# Eastern Idaho Update



## chelseadog (Sep 14, 2004)

any news from Eastern Idaho trial


----------



## dogcommand (May 22, 2003)

Qual finished the water blind. Water marks tomorrow at 8am Sorry, don't know the call backs.

Open is still running. Triple with honor Some very good work, some couldn't do it. Different dogs were having problems with different marks, not just one problem.


----------



## Sharon van der Lee (May 25, 2004)

Big congratulations to Nancy White and CH Redrock's Straight Shooter MH . He earned second place in the Qualifying to become qualified all-age. Think that is a first for a Nova Scotia Duck Tolling Retriever.


----------



## Klamath Hunting Gold (Nov 12, 2005)

WOW! That is really cool!

Congrats to the NSDT!


----------



## Juli H (Aug 27, 2007)

VERY impressive...love to see a 'minority' breed doing well in competition!

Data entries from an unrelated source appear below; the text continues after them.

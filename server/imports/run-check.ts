import type { LongJobRun, LongJobServices } from '../long-jobs/long-job';
import { beginWork } from './begin-work';
import { ImportPass } from './import-pass';
import { forgetProblems, keepProblems } from './keep-problems';

/**
 * Looks at every row of a file and writes down what is wrong, and what an import would do. Changes
 * nothing of the fleet. A lost worker's successor begins anew.
 */
export async function runCheck(services: LongJobServices, run: LongJobRun): Promise<void> {
  const { record, actor, stretches } = await beginWork(services, run);
  let total = 0;
  for await (const rows of stretches()) total += rows.length;
  let done = 0;
  await run.show({ done, total });
  const pass = await run.inTenant(async (tenant) => {
    await forgetProblems(tenant, record.id);
    return ImportPass.begin(tenant, record.kind, actor, services.now());
  });
  for await (const rows of stretches()) {
    await run.inTenant(async (tenant) => {
      const { problems } = await pass.take(tenant, rows, false);
      await keepProblems(tenant, record.id, pass, problems);
      done += rows.length;
      await run.keep(tenant, { done, total }, {});
    });
  }
  await run.inTenant(async (tenant) => {
    await tenant.rows('UPDATE imports SET checked = $2, version = version + 1 WHERE id = $1', [
      record.id,
      JSON.stringify(pass.outcome),
    ]);
    await run.finish(tenant, { done, total }, pass.outcome);
  });
}
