import type { Tenant } from '@db/tenant-transaction';
import type { Actor } from '../access/actor';
import { recordEvent } from '../audit/record-event';
import { lockVisit, place, refuseBegun, touchRoute } from './route-rows';
import { plannableStore } from './visit-policy';
import { releaseTasks } from './visit-tasks';

/**
 * Takes a visit off its day; its tasks are unplanned again.
 * @returns the route's id
 * @throws Problem 403, 404, 409 also when work was done on it
 */
export async function removeVisit(
  tenant: Tenant,
  actor: Actor,
  id: string,
  version: number,
): Promise<string> {
  const { storeId, route } = await lockVisit(tenant, id, version);
  await plannableStore(tenant, actor, storeId);
  await refuseBegun(tenant, id);
  await releaseTasks(tenant, id);
  await tenant.rows('DELETE FROM visits WHERE id = $1', [id]);
  await place(tenant, route.id, null);
  await touchRoute(tenant, route.id);
  await recordEvent(tenant, {
    actorId: actor.personId,
    subjectKind: 'visit',
    subjectId: id,
    action: 'removed',
    detail: { storeId, technicianId: route.technicianId, onDate: route.onDate },
  });
  return route.id;
}
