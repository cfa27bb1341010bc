import { type StoreHours, unknownHours } from '@shared/fleet/store-hours';
import type { Tenant } from '@db/tenant-transaction';
import type { GroupColumns, Known, PartColumns, StoreColumns, UnitColumns } from './fleet-records';

/** A number without leading zeros: spreadsheets take them off, so that 0101 and 101 are one store. */
export const bareNumber = (number: string) => number.replace(/^0+/, '').toLowerCase();

/** All chains or regions of the organisation. */
export async function groupsOf(
  tenant: Tenant,
  table: 'chains' | 'regions',
): Promise<Known<GroupColumns>[]> {
  const rows = await tenant.rows<{ id: string; name: string; retired: boolean }>(
    `SELECT id, name, retired_at IS NOT NULL AS retired FROM ${table} ORDER BY name`,
  );
  return rows.map(({ id, name, retired }) => ({ id, columns: { name }, retired }));
}

type StoreRow = StoreColumns & { id: string; retired: boolean; hours: Partial<StoreHours> };

/**
 * Stores by chain and number, leading zeros aside.
 * @param lock keeps them as they are until the transaction ends
 */
export async function storesByNumber(
  tenant: Tenant,
  wanted: readonly { readonly chainId: string; readonly number: string }[],
  lock: boolean,
): Promise<Known<StoreColumns>[]> {
  if (wanted.length === 0) return [];
  const rows = await tenant.rows<StoreRow>(
    `SELECT s.id, s.retired_at IS NOT NULL AS retired, s.chain_id, s.region_id, s.number, s.name,
       s.address_line, s.city, s.state, s.postal_code, s.latitude, s.longitude, s.position_from,
       s.time_zone, s.phone, s.access_note, s.hours
     FROM stores s
     WHERE s.chain_id = ANY($1::uuid[]) AND (s.chain_id, lower(ltrim(s.number, '0'))) IN (
       SELECT * FROM unnest($1::uuid[], $2::text[]))
     ORDER BY s.id ${lock ? 'FOR NO KEY UPDATE OF s' : ''}`,
    [wanted.map(({ chainId }) => chainId), wanted.map(({ number }) => bareNumber(number))],
  );
  return rows.map(({ id, retired, hours, ...columns }) => ({
    id,
    retired,
    columns: { ...columns, hours: inOrder({ ...unknownHours, ...hours }) },
  }));
}

/** The database keeps names in an order of its own; two hours that say the same must look the same. */
const inOrder = (hours: StoreHours): StoreHours => ({
  ...hours,
  rush: hours.rush.map(({ from, to }) => ({ from, to })),
});

/** Units by store and tag, whatever the case. */
export async function unitsByTag(
  tenant: Tenant,
  wanted: readonly { readonly storeId: string; readonly tag: string }[],
  lock: boolean,
): Promise<Known<UnitColumns>[]> {
  if (wanted.length === 0) return [];
  const rows = await tenant.rows<UnitColumns & { id: string; retired: boolean }>(
    `SELECT u.id, u.retired_at IS NOT NULL AS retired, u.store_id, u.tag, u.kind, u.vats,
       u.oil_pounds::float8 AS oil_pounds, u.model, u.installed_on, u.out_of_service_since
     FROM units u
     WHERE u.store_id = ANY($1::uuid[]) AND (u.store_id, lower(u.tag)) IN (
       SELECT * FROM unnest($1::uuid[], $2::text[]))
     ORDER BY u.id ${lock ? 'FOR NO KEY UPDATE OF u' : ''}`,
    [wanted.map(({ storeId }) => storeId), wanted.map(({ tag }) => tag.toLowerCase())],
  );
  return rows.map(({ id, retired, ...columns }) => ({ id, retired, columns }));
}

/** Parts fitted to units now. */
export async function partsOf(
  tenant: Tenant,
  unitIds: readonly string[],
  lock: boolean,
): Promise<Known<PartColumns>[]> {
  if (unitIds.length === 0) return [];
  const rows = await tenant.rows<PartColumns & { id: string }>(
    `SELECT id, unit_id, kind, serial_number, model, nameplate, pump_face, installed_on
     FROM components WHERE unit_id = ANY($1::uuid[]) AND removed_on IS NULL
     ORDER BY id ${lock ? 'FOR NO KEY UPDATE' : ''}`,
    [unitIds],
  );
  return rows.map(({ id, ...columns }) => ({ id, retired: false, columns }));
}
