import type * as z from 'zod';
import type { technician } from '@shared/visits/route-parts';
import { Binds } from '@db/binds';
import type { Tenant } from '@db/tenant-transaction';
import type { Actor } from '../access/actor';
import { visibleStores } from '../access/visible-stores';

export type Technician = z.output<typeof technician>;

/** Active technicians who have a store in common with what the actor plans, by name. */
export function techniciansFor(
  tenant: Tenant,
  actor: Actor,
  only: { readonly technician?: string | undefined; readonly region?: string | undefined },
): Promise<Technician[]> {
  const binds = new Binds();
  const stores = [visibleStores(actor, 'visits.plan', binds), 's.retired_at IS NULL'];
  if (only.region) stores.push(`s.region_id = ${binds.add(only.region)}`);
  const one = only.technician ? `AND p.id = ${binds.add(only.technician)}` : '';
  return tenant.rows<Technician>(
    `SELECT p.id, p.name, p.home_latitude IS NOT NULL AS "homeKnown" FROM people p
     WHERE p.disabled_at IS NULL ${one} AND EXISTS (
       SELECT 1 FROM role_grants g, stores s
       WHERE g.person_id = p.id AND g.role = 'technician' AND ${stores.join(' AND ')}
         AND (g.scope_kind = 'organisation' OR g.scope_id IN (s.chain_id, s.region_id, s.id)))
     ORDER BY lower(p.name), p.id`,
    binds.values,
  );
}
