import { Buffer } from 'node:buffer';
import { buffer } from 'node:stream/consumers';
import type { Readable } from 'node:stream';
import { ZipFile } from 'yazl';
import { bookParts } from '../exports/xlsx-parts';
import { delimiterOf, encodingOf } from './read-csv';
import { formatOf, readTable } from './read-table';
import { dateText } from './read-xlsx';
import { XlsxArchive } from './xlsx-archive';
import { isDateFormat } from './xlsx-book';

async function rowsOf(bytes: Buffer) {
  const rows: { number: number; cells: readonly string[] }[] = [];
  for await (const row of readTable(bytes, formatOf(bytes))) rows.push(row);
  return rows;
}

/** A workbook whose sheet holds this XML, with more parts or other ones. */
async function book(sheetData: string, parts: Record<string, string | Buffer> = {}) {
  const zip = new ZipFile();
  const sheet = `<worksheet><sheetData>${sheetData}</sheetData></worksheet>`;
  const all = { ...bookParts, 'xl/worksheets/sheet1.xml': sheet, ...parts };
  for (const [name, content] of Object.entries(all)) zip.addBuffer(Buffer.from(content), name);
  zip.end();
  return buffer(zip.outputStream as Readable);
}

describe('reading CSV', () => {
  const both = [
    { number: 1, cells: ['Región', 'Nº'] },
    { number: 2, cells: ['Peñón', '7'] },
  ];

  it.each([
    ['UTF-8', Buffer.from('Región,Nº\r\nPeñón,7\r\n')],
    ['UTF-8 with a byte order mark', Buffer.from('\ufeffRegión,Nº\nPeñón,7')],
    ['Latin-1 and semicolons', Buffer.from('Región;Nº\r\nPeñón;7\r\n', 'latin1')],
    ['UTF-16 and tabs', Buffer.from('\ufeffRegión\tNº\r\nPeñón\t7\r\n', 'utf16le')],
    ['bars and quotes', Buffer.from('"Región"|"Nº"\n"Peñón"|7\n')],
  ])('understands %s', async (_, bytes) => {
    expect(await rowsOf(bytes)).toEqual(both);
  });

  it('keeps numbering over blank rows and line ends in quotes', async () => {
    const rows = await rowsOf(Buffer.from('a,b\n\n"x\ny",1\n,\nz,2\n'));
    expect(rows.map(({ number, cells }) => [number, cells[0]])).toEqual([
      [1, 'a'],
      [2, ''],
      [3, 'x\ny'],
      [4, ''],
      [5, 'z'],
    ]);
  });

  it('takes off the apostrophe with which an export made text of a formula', async () => {
    const [row] = await rowsOf(Buffer.from(`'=A1,'+1,O'Hara,'tis\n`));
    expect(row?.cells).toEqual(['=A1', '+1', "O'Hara", "'tis"]);
  });

  it('tells encoding and delimiter', () => {
    expect(encodingOf(Buffer.from('Ñ', 'latin1'))).toBe('windows-1252');
    expect(encodingOf(Buffer.from(`${'é'.repeat(40_000)}x`))).toBe('utf-8');
    expect(delimiterOf('a;b\n1,5;2,5\n1,5;2,5\n')).toBe(';');
    expect(delimiterOf('one column\n1,5\n')).toBe(',');
  });
});

describe('reading XLSX', () => {
  it('reads dates, times, figures, shared and inline strings, gaps and truth', async () => {
    const bytes = await book(
      `<row r="1"><c r="A1" t="s"><v>0</v></c><c r="C1" t="inlineStr"><is><t>c</t></is></c></row>
       <row r="3"><c r="A3" s="2"><v>46173</v></c><c r="B3" s="3"><v>46173.75</v></c>
       <c r="C3" s="3"><v>0.27083333333333331</v></c><c r="D3"><v>41.880000000000003</v></c>
       <c r="E3" t="b"><v>1</v></c><c r="F3" t="str"><f>1+1</f><v>two</v></c></row>`,
      {
        'xl/_rels/workbook.xml.rels': bookParts['xl/_rels/workbook.xml.rels']!.replace(
          '</Relationships>',
          '<Relationship Id="rId9" Type="x/sharedStrings" Target="/xl/sharedStrings.xml"/></Relationships>',
        ),
        'xl/sharedStrings.xml':
          '<sst><si><r><t>sha</t></r><r><t>red</t></r><rPh><t>no</t></rPh></si></sst>',
      },
    );
    expect(await rowsOf(bytes)).toEqual([
      { number: 1, cells: ['shared', '', 'c'] },
      { number: 3, cells: ['2026-05-31', '2026-05-31 18:00', '06:30', '41.88', 'TRUE', 'two'] },
    ]);
  });

  it('knows both epochs and the day that 1900 never had', () => {
    expect(dateText(1, false)).toBe('1900-01-01');
    expect(dateText(61, false)).toBe('1900-03-01');
    expect(dateText(44_711, true)).toBe('2026-05-31');
  });

  it('tells date formats from others', () => {
    for (const code of ['m/d/yy', 'dd\\.mm\\.yyyy', '[$-409]h:mm AM/PM', '[h]:mm']) {
      expect(isDateFormat(code)).toBe(true);
    }
    for (const code of ['General', '0.00', '0" days"', '[Red]0.0', '#,##0\\ \\m']) {
      expect(isDateFormat(code)).toBe(false);
    }
  });

  it('refuses a file that unpacks to too much, whatever it says of itself', async () => {
    const bomb = await book('', { 'xl/styles.xml': Buffer.alloc(70_000_000) });
    expect(bomb.length).toBeLessThan(100_000);
    const archive = await XlsxArchive.open(bomb);
    let unpacked = 0;
    const unpack = async () => {
      for await (const chunk of archive.chunks('xl/styles.xml')) unpacked += chunk.length;
    };
    await expect(unpack()).rejects.toMatchObject({
      status: 422,
      more: { errors: [{ message: expect.stringContaining('too large') }] },
    });
    expect(unpacked).toBeLessThanOrEqual(64_000_000);
    await expect(rowsOf(bomb)).rejects.toMatchObject({ status: 422 });
  });

  it('refuses document types, text without end, and what is no workbook', async () => {
    const refused = { status: 422 };
    const entities = '<!DOCTYPE x [<!ENTITY a "aaaa">]><worksheet><sheetData/></worksheet>';
    await expect(
      rowsOf(await book('', { 'xl/worksheets/sheet1.xml': entities })),
    ).rejects.toMatchObject(refused);
    const endless = `<row><c t="str"><v>${'x'.repeat(3_000_000)}</v></c></row>`;
    await expect(rowsOf(await book(endless))).rejects.toMatchObject(refused);
    await expect(rowsOf(await book('<row>'))).rejects.toMatchObject(refused);
    await expect(rowsOf(Buffer.from('PK\u0003\u0004 no'))).rejects.toMatchObject(refused);
    expect(() => formatOf(Buffer.from([0xd0, 0xcf, 0x11, 0xe0]))).toThrow();
  });
});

Congrats to Nancy and 'Shooter' (?)!!

Juli


----------



## dogcommand (May 22, 2003)

Congrats to Nancy and Shooter! He has been fun to watch in training and it sure paid off.

Am will be going to water blind in the morning (22 back)
Open still has some to run on their water blind

Derby started but don't know how far they got


----------



## Brenda (Sep 4, 2004)

WOW Nancy and Shooter......that is so awesome!!! Congrats to you and all your hard work payed off!! Brenda and Kenny
________
Og kush seeds


----------



## SueLab (Jul 27, 2003)

What about the rest of the Qual???


----------



## Annette (Mar 21, 2004)

Congratulations Nancy and Shooter! That is really great.


----------



## stevelow (May 13, 2004)

Congratulations to Nancy and Shooter. This is an all time first!

I don't have the other Qual placements.


----------



## dr_dog_guy (May 25, 2003)

Thanks for the news, Steve! Give Nancy a big congratulations from down here. That is just amazing! I thought Shooter looked pretty good, but for heavens sake!


----------



## Mike W. (Apr 22, 2008)

Those Tollers are very pretty animals and very fun to watch. Congratulations.


----------



## Josh Conrad (Jul 3, 2005)

Very happy for u Nancy, in more ways then one.


----------



## BonMallari (Feb 7, 2008)

Congrats Nancy on you accomplishments, Clint and I are happy that you are able to trial again with Lily and Shooter, it looks like you may be winning the biggest contest of your life.Stay Healthy... you go girl....


----------



## Lynn Moore (May 30, 2005)

Open results, all Amateurs!
1st Brook, FC AFC Citori's Accept No Substitute, OH Michael Moore 
2nd Banner, OH Alice Woodward
3rd DC AFC Yakity, Linda Harger
4th Larry Calvert, sorry I do not have the dog
Way to Go Amateurs!


----------



## Juli H (Aug 27, 2007)

Congratulations to Linda and Yakity on the third place! 

Yip yip!

go brown dogs!

Juli


----------



## Guest (Aug 16, 2009)

Congratulations Lynn & Michael! Does this put Brook over the 100 point mark? (Or was she already there? )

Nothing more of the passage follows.